Our study had at least two limitations. First, we narrowly focused on the contributions of explicit memory to the trial-by-trial adaptation of reach extent and did not broadly assess the extent to which the subject’s plan for the upcoming movement’s vigor might have been consciously available. Taking inspiration from the studies of Taylor and colleagues (Taylor et al. 2014; McDougle et al. 2015), a future study could require subjects not only to recall and report their movement errors on the prior trial as done in the current study, but also to report how much they plan to change the vigor with which they expect to make the next movement. This could be reported on a subjective scale where a value of 0 indicates no change, whereas increases and decreases would range from very slight (± 1) to the maximum possible (± 10). By doing so, it would be possible to determine the extent to which explicit memories derived from visual and proprioceptive self-assessments contribute differently to the explicit plan, and whether requiring subjects to articulate an explicit plan would change (i.e., interfere with) the nominal way in which subjects use implicit memories to update subsequent movements. Another limitation stems from the fact that we focused exclusively on memories of reach extent. Equation 1 also includes a memory term related to the strength of the most recent robotic resistance to movement. A future study could extend the results of the current study, for example, by asking subjects to recall and report the peak force experienced at the hand (i.e., \(k_{i - 1}\)) by manually replicating that peak force under isometric conditions between reach trials. It would then be possible to evaluate the extent to which explicit (self-reported) and implicit (experienced) memories of hand forces contribute to adaptation of reach extent.

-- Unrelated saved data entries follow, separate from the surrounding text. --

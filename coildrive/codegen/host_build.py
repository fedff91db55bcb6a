"""Firmware in the loop: build a generated driver folder for this computer.

:func:`build_firmware` takes the folder ``firmware-driver`` wrote, adds the bench-link
encoder (``firmware-stream``'s, rendered for the drive's board, unless the folder has one)
and a port of the driver's hooks to the host (``codegen_templates/driver/host_shim.c.j2``),
and compiles them with the system C compiler into a shared library in a cache folder
(one library per distinct set of sources and flags). :class:`coildrive.bench.firmware_device.FirmwareDevice`
loads it with ctypes.
"""

from __future__ import annotations

import hashlib
import os
import shutil
import subprocess
import sys
from pathlib import Path

from ..design.result import Design
from ..errors import InputError
from ..fileio import write_atomic
from .driver import DriverView, template_env
from .stream import render_stream_encoder

#: Compilers tried in this order after ``$CC``.
COMPILERS = ("cc", "gcc", "clang")
#: Frames buffered by the host build's encoder: the emulator sends them at the line rate,
#: and its clock waits for the line, so the ring only has to bridge one poll.
STREAM_BLOCKS = 64


def find_compiler() -> str:
    """The C compiler to use: ``$CC``, else the first of :data:`COMPILERS` on PATH."""
    wanted = os.environ.get("CC")
    for name in ([wanted] if wanted else []) + list(COMPILERS):
        path = shutil.which(name)
        if path:
            return path
    raise InputError("--firmware", "", "no C compiler found (set CC, or install cc, gcc or clang): "
                     "firmware in the loop compiles the generated driver for this computer")


def cache_root() -> Path:
    """``$XDG_CACHE_HOME/coildrive/firmware`` (``~/.cache/coildrive/firmware``)."""
    base = os.environ.get("XDG_CACHE_HOME") or str(Path.home() / ".cache")
    return Path(base) / "coildrive" / "firmware"


def driver_prefix(folder: Path) -> str:
    """The prefix of the one ``<prefix>_driver.c`` in ``folder``."""
    if not folder.is_dir():
        raise InputError(str(folder), "", "is not a folder (expected what firmware-driver --out wrote)")
    found = sorted(p.name[: -len("_driver.c")] for p in folder.glob("*_driver.c"))
    if len(found) != 1:
        raise InputError(str(folder), "", f"holds {len(found)} *_driver.c files, expected one "
                         "(the folder firmware-driver --out wrote)")
    prefix = found[0]
    for name in (f"{prefix}_driver.h", f"{prefix}_drive.h"):
        if not (folder / name).is_file():
            raise InputError(str(folder), "", f"has {prefix}_driver.c but no {name}")
    return prefix


def build_firmware(folder: Path, design: Design, cache: Path | None = None) -> Path:
    """Compile the driver in ``folder`` (for ``design``'s board) with its host port and
    the stream encoder; return the shared library's path (reused when already built).

    The build runs the hold the design declares (``check`` predicts the same: the compare
    and peak the firmware looks up at the bench supply); with an armature the peak is not
    ended at the seat, as ``check`` predicts the designed peak (the seat end is tested on
    the host, see tests/test_driver_c.py).

    Raises
    ------
    InputError
        naming ``--firmware`` (no compiler, a build error) or the folder.
    """
    prefix = driver_prefix(Path(folder))
    view = DriverView(design, prefix)
    env = template_env()
    generated = {f"{view.lower}_host_port.c": env.get_template("host_shim.c.j2").render(v=view, d=design)}
    own_stream = (Path(folder) / f"{view.lower}_stream.c").is_file()
    if not own_stream:
        generated.update(render_stream_encoder(view.lower, blocks=STREAM_BLOCKS, board=design.drive.board))
    sources = {p.name: p.read_text() for p in sorted(Path(folder).glob(f"{prefix}_*.[ch]"))}
    if f"#define {view.macro}_LATCH " in sources.get(f"{prefix}_drive.h", ""):
        raise InputError(str(folder), "", "has a latching coil's driver, this drive is not a latching coil "
                         "([hold] mode \"latch\"): run firmware-driver for this drive")
    boosted = f"#define {view.macro}_BOOST_PEAK " in sources.get(f"{prefix}_drive.h", "")
    if boosted != view.boost:   # the coil model switches the boost on the driver's word
        raise InputError(str(folder), "", "has a driver generated for a drive " + ("with" if boosted else "without")
                         + " supply.boost, this drive has " + ("none" if boosted else "one")
                         + ": run firmware-driver for this drive")
    flags = [f"-D{view.macro}_STREAM_SINGLE_CONTEXT"]
    if view.armature:
        flags.append(f"-D{view.macro}_DRIVER_SEAT_END=0")      # check predicts the designed peak
    units = [f"{prefix}_driver.c", f"{view.lower}_host_port.c", f"{view.lower}_stream.c"]
    return _compile(Path(folder), sources, generated, units, flags, cache,
                    own={f"{prefix}_driver.c"} | ({f"{view.lower}_stream.c"} if own_stream else set()))


def build_latch_firmware(folder: Path, design, cache: Path | None = None) -> Path:
    """Compile the latching coil's driver in ``folder`` (``firmware-driver`` of a
    ``[hold] mode = "latch"`` drive; ``design`` its
    :class:`~coildrive.design.latch.LatchDesign`) with its host port
    (``codegen_templates/driver/latch_host_shim.c.j2``); return the shared library's path.
    The emulator streams the samples and the driver's events itself (no encoder built).

    Raises
    ------
    InputError
        naming ``--firmware`` (no compiler, a build error) or the folder (a driver
        generated for a drive that is not a latching coil).
    """
    from .latch_driver import LatchDriverView

    prefix = driver_prefix(Path(folder))
    view = LatchDriverView(design, prefix)
    sources = {p.name: p.read_text() for p in sorted(Path(folder).glob(f"{prefix}_*.[ch]"))}
    if f"#define {view.macro}_LATCH " not in sources.get(f"{prefix}_drive.h", ""):
        raise InputError(str(folder), "", "has a driver generated for a drive that is not a latching coil, "
                         "this drive's [hold] mode is \"latch\": run firmware-driver for this drive")
    generated = {f"{view.lower}_host_port.c": template_env().get_template("latch_host_shim.c.j2")
                 .render(v=view, d=design)}
    return _compile(Path(folder), sources, generated, [f"{prefix}_driver.c", f"{view.lower}_host_port.c"],
                    [], cache, own={f"{prefix}_driver.c"})


def _compile(folder: Path, sources: dict[str, str], generated: dict[str, str], units: list[str],
             flags: list[str], cache: Path | None, own: set[str]) -> Path:
    """Build ``units`` (those in ``own`` from ``folder``, the rest from ``generated``) into
    a shared library in the cache, keyed by every source, the compiler and the flags."""
    compiler = find_compiler()
    flags = ["-std=c99", "-O2", "-shared", "-fPIC", *flags]
    key = hashlib.sha256(repr((sorted(sources.items()), sorted(generated.items()), compiler, flags,
                               sys.platform)).encode()).hexdigest()[:20]
    out = (cache or cache_root()) / key
    lib = out / ("firmware.dll" if sys.platform == "win32" else "libfirmware.so")
    if lib.is_file():
        return lib
    try:
        out.mkdir(parents=True, exist_ok=True)
        for name, text in generated.items():
            write_atomic(out / name, text)
    except OSError as err:
        raise InputError(str(out), "", f"cannot write the build cache: {err.strerror}") from None
    paths = [str((folder if name in own else out) / name) for name in units]
    tmp = out / f"{lib.name}.{os.getpid()}.tmp"
    r = subprocess.run([compiler, *flags, "-I", str(folder), "-I", str(out), *paths, "-o", str(tmp)],
                       capture_output=True, text=True, timeout=300)
    if r.returncode != 0:
        first = next((line for line in r.stderr.splitlines() if "error" in line), r.stderr.strip()[:200])
        raise InputError("--firmware", "", f"{Path(compiler).name} could not build {folder}: {first}")
    os.replace(tmp, lib)
    return lib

In conclusion, the experimental approach described here engaged implicit memories to compensate for reach extent errors, to the practical exclusion of explicit strategic compensation. Because interposed self-assessments provided access to explicit memories of reach performance without significantly impacting how implicit memories are used to adapt to changing environmental loads, a future neuroimaging study may be able to disentangle and visualize the different memory systems contributing to the conscious and subconscious responses to dynamically changing physical environments.